_Stored data_:
——

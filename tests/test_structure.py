"""Circuits without a single solution: each is refused, with the parts and nodes at fault and their line."""

from __future__ import annotations

from dataclasses import replace
from fractions import Fraction

import pytest
from circuits import circuit, circuits, part
from hypothesis import given, settings
from hypothesis import strategies as st

from calccheck.model import Control
from calccheck.rules import RULES
from calccheck.solve import Unsolvable, solve, solve_batch
from calccheck.solve.branches import network_of
from calccheck.solve.singular import is_singular
from calccheck.solve.structure import faults

SOUND = (part("V", "V1", "a", "com", 5), part("R", "R1", "a", "b", 100), part("R", "R2", "b", "com", 100))


def refused(*parts, reference="com"):
    """The findings on a circuit that must not be solved."""
    made = circuit(*parts, reference=reference)
    with pytest.raises(Unsolvable) as caught:
        solve(made)
    assert caught.value.findings
    for f in caught.value.findings:
        assert f.severity == RULES[f.kind].severity == "error"
        assert f.message in str(caught.value)
    return made, caught.value.findings


def line_of(made, name):
    return made.element(name).span


def test_a_sound_circuit_has_no_faults():
    assert faults(network_of(circuit(*SOUND))) == ()


# Extra parts on the sound circuit; words that the message must hold; the part on whose line it stands.
CASES = {
    "island": (
        [part("R", "R3", "x", "y", 1), part("V", "V2", "x", "y", 1)],
        "Nodes x and y have no path to the reference com; parts there: R3 and V2.", "R3",
    ),
    "island behind gaps": (
        [part("R", "R3", "x", "y", 1), part("C", "C1", "x", "b", 1), part("O", "O1", "y", "com")],
        "Nodes x and y have no path to the reference com; parts there: R3; only gaps lead on: C1 (a capacitor, a gap at DC) and O1.",
        "R3",
    ),
    "node between capacitors": (
        [part("C", "C1", "b", "x", 1), part("C", "C2", "x", "com", 1)], "Node x has no path to the reference com; only gaps", "C1",
    ),
    "two shorts side by side": (
        [part("S", "S1", "b", "c"), part("R", "R3", "c", "com", 1), part("S", "S2", "c", "b")],
        "S1 and S2 make a loop without resistance: the voltages around it agree, but the currents in it are not determined.", "S2",
    ),
    "two equal voltage sources side by side": (
        [part("V", "V2", "com", "a", -5)], "V1 and V2 make a loop without resistance: the voltages around it agree", "V2",
    ),
    "two unequal voltage sources side by side": (
        [part("V", "V2", "a", "com", 3)], "V1 and V2 make a loop without resistance: the voltages around it add up to 2 V instead", "V2",
    ),
    "a voltage source shorted through an inductor and a resistance of zero": (
        [part("L", "L1", "a", "x", 1), part("R", "R0", "x", "com", 0)],
        "V1, L1 (an inductor, a link at DC) and R0 (a resistance of zero) make a loop without resistance: "
        "the voltages around it add up to 5 V instead of zero.", "R0",
    ),
    "three sources in a loop": (
        [part("V", "V2", "a", "c", 2), part("V", "V3", "com", "c", -4)],
        "V1, V2 and V3 make a loop without resistance: the voltages around it add up to 1 V instead", "V3",
    ),
    "a voltage source from a node to itself": (
        [part("V", "V2", "b", "b", 3)], "V2 has both ends at node b: no node stands 3 V above itself.", "V2",
    ),
    "a short from a node to itself": (
        [part("S", "S1", "b", "b")], "S1 has both ends at node b: nothing determines the current in it.", "S1",
    ),
    "a node fed only by a current source": (
        [part("I", "I1", "com", "x", "0.001")],
        "Node x is fed only by current sources (I1), and the currents into it add up to 1 mA instead of zero.", "I1",
    ),
    "a group fed by balanced current sources and a capacitor": (
        [part("I", "I1", "com", "x", "0.001"), part("R", "R3", "x", "y", 5), part("I", "I2", "y", "b", "0.001"),
         part("C", "C1", "y", "com", 1)],
        "Nodes x and y are fed only by current sources (I1 and I2) and gaps (C1 (a capacitor, a gap at DC)): "
        "the currents balance, but the potential there is not determined.", "I1",
    ),
    "an unknown controlling part": (
        [part("F", "F1", "b", "com", 2, "R11")],
        "F1 is controlled by the current of part R11, which this circuit does not have. Did you mean R1?", "F1",
    ),
    "an unknown controlling node": (
        [part("E", "E1", "c", "com", 2, ("b", "nowhere"))], "controlled by the voltage at node nowhere, which this circuit does not have.", "E1",
    ),
    "a controlled source that nothing controls": (
        [part("F", "F1", "b", "com", 2, ("", ""))], "nothing is named that controls it", "F1",
    ),
    "a part without a number": ([part("R", "R3", "b", "com")], "R3 has no number for a value", "R3"),
    "a value outside all bounds": ([part("R", "R3", "b", "com", "1e31")], "R3 has a value outside 1e−30 to 1e30", "R3"),
    "a controlled voltage source across a voltage source": (
        [part("E", "E1", "a", "com", 2, ("b", "com"))],
        "V1 and E1 make a loop without resistance: nothing determines the currents in it.", "E1",
    ),
    "a node fed only by controlled current sources": (
        [part("F", "F1", "com", "x", 2, "R1"), part("I", "I1", "x", "com", "0.1")],
        "Node x is fed only by current sources (F1 and I1), which leaves the potential there open.", "F1",
    ),
    "a gain that cancels a resistance": (  # −1/50 S across b beside 1/100 + 1/100 S
        [part("F", "F1", "com", "b", "0.02", ("b", "com"))],
        "The controlled source F1 with its gain of 0.02 cancels what the other parts do", "F1",
    ),
    "a controlled source that steers itself with a gain of one": (
        [part("F", "F1", "com", "b", 1, "F1")], "The controlled source F1 with its gain of 1 cancels", "F1",
    ),
    "a negative resistance that cancels another": (
        [part("R", "R3", "b", "com", -50)], "The resistance R3 of −50 Ω cancels what the other parts do", "R3",
    ),
}  # fmt: skip


@pytest.mark.parametrize("name", CASES)
def test_faults_by_name_and_line(name):
    extra, words, at = CASES[name]
    made, (found,) = refused(*SOUND, *extra)
    assert words in found.message
    assert found.kind == "structure" and found.span == line_of(made, at)
    assert solve_batch([made]) == [None] or "outside" in words or "both ends" in words


def test_an_island_written_before_the_rest():
    made, (found,) = refused(part("R", "R3", "x", "y", 1), *SOUND)
    assert found.message.startswith("Nodes x and y have no path") and found.span == line_of(made, "R3")


def test_no_reference_offers_the_node_where_most_parts_meet():
    made, (found,) = refused(*SOUND, part("R", "R3", "b", "c", 1), reference="")
    assert found.message.startswith("No node is named as the reference") and found.suggestion == "reference b"
    assert found.span == made.span


def test_a_reference_that_no_part_touches():
    _, (found,) = refused(*SOUND, reference="gnd")
    assert found.message.startswith("The reference gnd is a node of no part.") and found.suggestion.startswith(
        "reference "
    )


def test_an_empty_block():
    made, (found,) = refused()
    assert "has no parts" in found.message and found.span == made.span


def test_a_part_whose_model_lacks_a_number():
    made = replace(
        circuit(*SOUND), elements=(*circuit(*SOUND).elements[:2], replace(circuit(*SOUND).elements[2], kind="diode"))
    )
    with pytest.raises(Unsolvable, match="R2 has no number for its drop") as caught:
        solve(made)
    assert caught.value.findings[0].span == made.elements[2].span


def test_a_controlled_source_without_control():
    made = circuit(*SOUND, part("F", "F1", "b", "com", 2))
    for control in (None, Control()):
        broken = replace(made, elements=(*made.elements[:3], replace(made.elements[3], control=control)))
        with pytest.raises(Unsolvable, match="nothing is named that controls it"):
            solve(broken)


def test_all_faults_are_said_at_once():
    _, found = refused(
        *SOUND, part("V", "V2", "a", "com", 3), part("R", "R3", "x", "y", 1), part("I", "I1", "com", "z", 1)
    )
    assert len(found) == 3


@pytest.mark.parametrize(
    "parts",
    [
        [part("E", "E1", "a", "com", 50, "E1")],  # a controlled source across V1 that is a resistance of 50 Ω
        [part("F", "F1", "com", "x", "0.01", ("com", "x"))],  # a node on a controlled source alone that is 100 Ω
        [part("F", "F1", "com", "b", "0.019999999999999999", ("b", "com"))],  # near to cancelling, but not there
        [part("E", "E1", "c", "com", 1, ("c", "d")), part("R", "R4", "c", "d", 1), part("R", "R5", "d", "com", 1)],
    ],
)
def test_controlled_sources_are_judged_by_their_equations_not_by_where_they_stand(parts):
    assert solve(circuit(*SOUND, *parts)).exact


def test_beyond_exact_sizes_the_condition_decides():
    """The same cancelling gain in a ladder of forty nodes: refused; with another gain solved."""
    ladder = [part("R", f"A{k}", f"n{k}", f"n{k + 1}", 10) for k in range(40)] + [part("R", "B", "n40", "com", 10)]
    ladder += [part("V", "V0", "n0", "com", 1), part("R", "R3", "x", "com", 50), part("R", "R4", "x", "n20", "1e3")]
    seen = 1 / (Fraction(1, 50) + 1 / (1000 + 1 / (Fraction(1, 200) + Fraction(1, 210))))  # by hand, from x to com
    _, (found,) = refused(*ladder, part("F", "F1", "com", "x", 1 / seen, ("x", "com")))
    assert "F1" in found.message
    assert solve(circuit(*ladder, part("F", "F1", "com", "x", 2 / seen, ("x", "com")))).gap < 1e-9


@settings(max_examples=60, deadline=None)
@given(circuits("RVISOCL0"))
def test_without_controlled_sources_structure_alone_decides(made):
    assert faults(network_of(made)) == () and not is_singular(network_of(made))


@settings(max_examples=60, deadline=None)
@given(circuits("RVISOCL0"), st.data())
def test_a_random_circuit_spoilt_is_refused_and_the_spoiler_named(made, data):
    """A loop without resistance is closed, or a node hung on a current source or a gap; the new part is named."""
    joined = [e for e in made.elements if e.kind in ("voltage source", "short", "inductor")]
    node = data.draw(st.sampled_from(made.nodes()))
    spoilers = [
        part("I", "spoiler", node, "new", 1),
        part("O", "spoiler", "new", node),
        part("S", "spoiler", node, node),
    ]
    spoilers += [part("V", "spoiler", e.plus, e.minus, 7) for e in joined]
    with pytest.raises(Unsolvable) as caught:
        solve(replace(made, elements=(*made.elements, data.draw(st.sampled_from(spoilers)))))
    assert any("spoiler" in f.message for f in caught.value.findings)
    assert is_singular(network_of(made)) is False


@settings(max_examples=60, deadline=None)
@given(circuits("RVIEF"), st.data())
def test_shapes_that_are_refused_have_singular_equations_and_no_others(made, data):
    """Any two nodes joined by any part: refused exactly where numpy finds the equations of rank too low or contradicting."""
    a, b = data.draw(st.tuples(*[st.sampled_from((*made.nodes(), "new"))] * 2))
    kind = data.draw(st.sampled_from("RVIS"))
    tried = replace(made, elements=(*made.elements, part(kind, "tried", a, b, None if kind == "S" else 3)))
    try:
        solve(tried)
        refused_here = False
    except Unsolvable:
        refused_here = True
    (batch,) = solve_batch([tried])
    assert refused_here == (batch is None)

——

_TASK DETAILS_: Please print exactly the lines of the entries above, beginning with the line that contains "None if kind" and ending with the last line.

_SOLUTION FOR THIS TASK_:
    tried = replace(made, elements=(*made.elements, part(kind, "tried", a, b, None if kind == "S" else 3)))
    try:
        solve(tried)
        refused_here = False
    except Unsolvable:
        refused_here = True
    (batch,) = solve_batch([tried])
    assert refused_here == (batch is None)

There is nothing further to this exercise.